Exotic Derivatives Trading

October 9, 2009

PRDC’s – The game of Long dated FX

Filed under: Risk Management of Exotic Derivatives — Exotics Trader @ 3:04 pm

Cross-Gamma risks and how it impacts the volatility and interest rate markets?

Here we discuss the risks for the USDJPY pair.

Structure is a strip of ITM and OTM (because of forward trading at discount) calls, with issuer having an option to call back the note at every coupon date. The issuer callability feature is synonymous to a knock out feature, since the issuer calls back the note when coupons paid exceed the (Libor received + the value of callability option). So in essence it resembles a KO call type payoff and exhibits similar risks (especially vega)

FX Vega

Seller is short skew because of the callable feature.

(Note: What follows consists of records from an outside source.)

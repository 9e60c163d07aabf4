// SPDX-License-Identifier: GPL-3.0-or-later
#include "method/difference.h"

#include <cmath>

#include "method/two_tone.h"

namespace kneeprint {
namespace {

constexpr TonePair kCcif{"ccif", Hertz(19000.0), Hertz(20000.0), 0.5, 0.5, false};

// For a weakly curved rig at the same peak: d2 = HD2 / 2 and d3 = 3/4 HD3 (expansion of a cubic
// with U = P / 2: a2 U / 2 a1 over a2 P / 2 a1, and 3/4 a3 U^2 / a1 over a3 P^2 / 4 a1).
constexpr double kSecondOverHarmonic = 0.5;
constexpr double kThirdOverHarmonic = 0.75;

TakeVerdict read(const TakeSpec& spec, const TakeData& take, const RigView& rig, Curves& out) {
  const TwoToneReading reading(kCcif, spec, take, rig);
  if (!reading.has_tones()) return reading.verdict();
  const auto floor = [&](int order, double factor) {
    return factor * rig.floor.at(spec.send, reading.return_level(), order).value_or(0.0);
  };
  const Line low = reading.product({1, 0}), high = reading.product({0, 1});
  const std::array parts{Contribution{low.u, low.dof}, Contribution{high.u, high.dof}};
  const Contribution c = combine(parts);
  const Line both{std::abs(low.mean) + std::abs(high.mean), c.u, c.dof};
  const auto d2 = reading.single("d2", {-1, 1}, both, floor(2, kSecondOverHarmonic));
  const auto d3 = reading.sum("d3", {ProductIndex{2, -1}, ProductIndex{-1, 2}}, both,
                              floor(3, kThirdOverHarmonic));
  out.intermods.push_back(d2.point);
  out.intermods.push_back(d3.point);
  out.intermods.push_back(reading.total(d2, d3));
  return reading.verdict();
}

std::vector<PredictedProduct> predict(const TwoToneCurve& curve, const StepOptions&, double peak) {
  const auto a =
      curve(kCcif.share1 * peak, kCcif.share2 * peak, {{1, 0}, {0, 1}, {-1, 1}, {2, -1}, {-1, 2}});
  const double both = std::abs(a[0]) + std::abs(a[1]);
  const double d2 = std::abs(a[2]) / both;
  const double d3 = (std::abs(a[3]) + std::abs(a[4])) / both;
  return {{"d2", d2}, {"d3", d3}, {"total", std::hypot(d2, d3)}};
}

}  // namespace

Method ccif_difference() {
  return {"ccif",
          "difference-frequency distortion, 19 and 20 kHz, 1:1",
          "IEC 60268-3; ITU-R twin tone",
          Placement::every_rung,
          {.id = "ccif"},
          [](const TakeSpec& s, Hertz r) { return two_tone_first_hold_blocks(kCcif, s, r); },
          [](const TakeSpec& s, Hertz r) { return two_tone_block_length(kCcif, s, r); },
          [](const TakeSpec& s, Hertz r) { return two_tone_stimulus(kCcif, s, r); },
          read,
          predict,
          [](const TakeSpec& s, Hertz r) { return two_tone_length(kCcif, s, r); }};
}

}  // namespace kneeprint
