TEST_CASE("mains lines that wander are neither distortion nor noise") {
  const TakeSpec spec = spec_for("multitone", 0.0, -6.0);
  Waveform take = response(spec, wire, 1e-5, 3);
  const Curves clean = read(spec, take);
  for (std::size_t n = 0; n < take.samples.size(); ++n) {
    const double t = static_cast<double>(n) / 48000.0;
    for (const int order : {1, 3, 5}) {
      take.samples[n] += 1e-4 * std::cos(2.0 * std::numbers::pi * order * 50.05 * t + order);
    }
  }
  const Curves c = read(spec, take);
  CHECK(figure(c, "distortion").flag == Flag::noise);
  // Three lines of peak 1e-4 over the tones; 0.25 Hz off, the fifth keeps 0.8 of its power in its
  // bin.
  const double hum = 3.0 * 0.5e-8 / (0.25 * tones_mean_square());
  CHECK(*figure(c, "mains-multiples").value ==
        doctest::Approx(10.0 * std::log10(hum)).epsilon(0.01));
  CHECK(*figure(c, "noise").value == doctest::Approx(*figure(clean, "noise").value).epsilon(0.001));
  CHECK(*figure(c, "noise-plus-distortion").value > *figure(clean, "noise-plus-distortion").value);
}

The expected maturity of the product changes with changes in volatility, spot and basis (JPY – USD interest rate). An increase in spot, volatility or basis will reduce the tenure since the Moneyness of the option and subsequently chances of issuer calling it back increases.

As spot increases, trader gets longer short term vega. As spot decreases trader gets short long term vega. Later can be a problem because of two reasons

  • Long term vega is illiquid
  • When spot decreases, there is dearth of vega sellers (Everyone rushes to buy protection)

Long term smile is determined by supply demand which might not respond to the dynamics of the FX spot. This poses significant problems in modeling it.

Cross Gamma FX, Interest rate

Issuer is receiving a stream of JPY Libor. An increase in spot decreases the expected maturity and hence traders needs to buyback the long term libor and sell the short term ones. Given the size of the PRDC market, this causes curve steepening and vice-versa when spot decreases.

Clearly the trader is short FX spot, JPY basis (Long term rate – Short term rate) correlation.

Long dated options – Volatility of the forward

When pricing long dated options, one needs to take into account the volatility of the forward which in turn depends on

  • Volatility of the spot
  • and correlation between the spot and the basis (JPY – USD) * Recall the basic no arbitrage equation relating forward with spot and interest rates.

Clearly an increase in correlation will increase the volatility of the forward and hence increase the price of those long term OTM calls.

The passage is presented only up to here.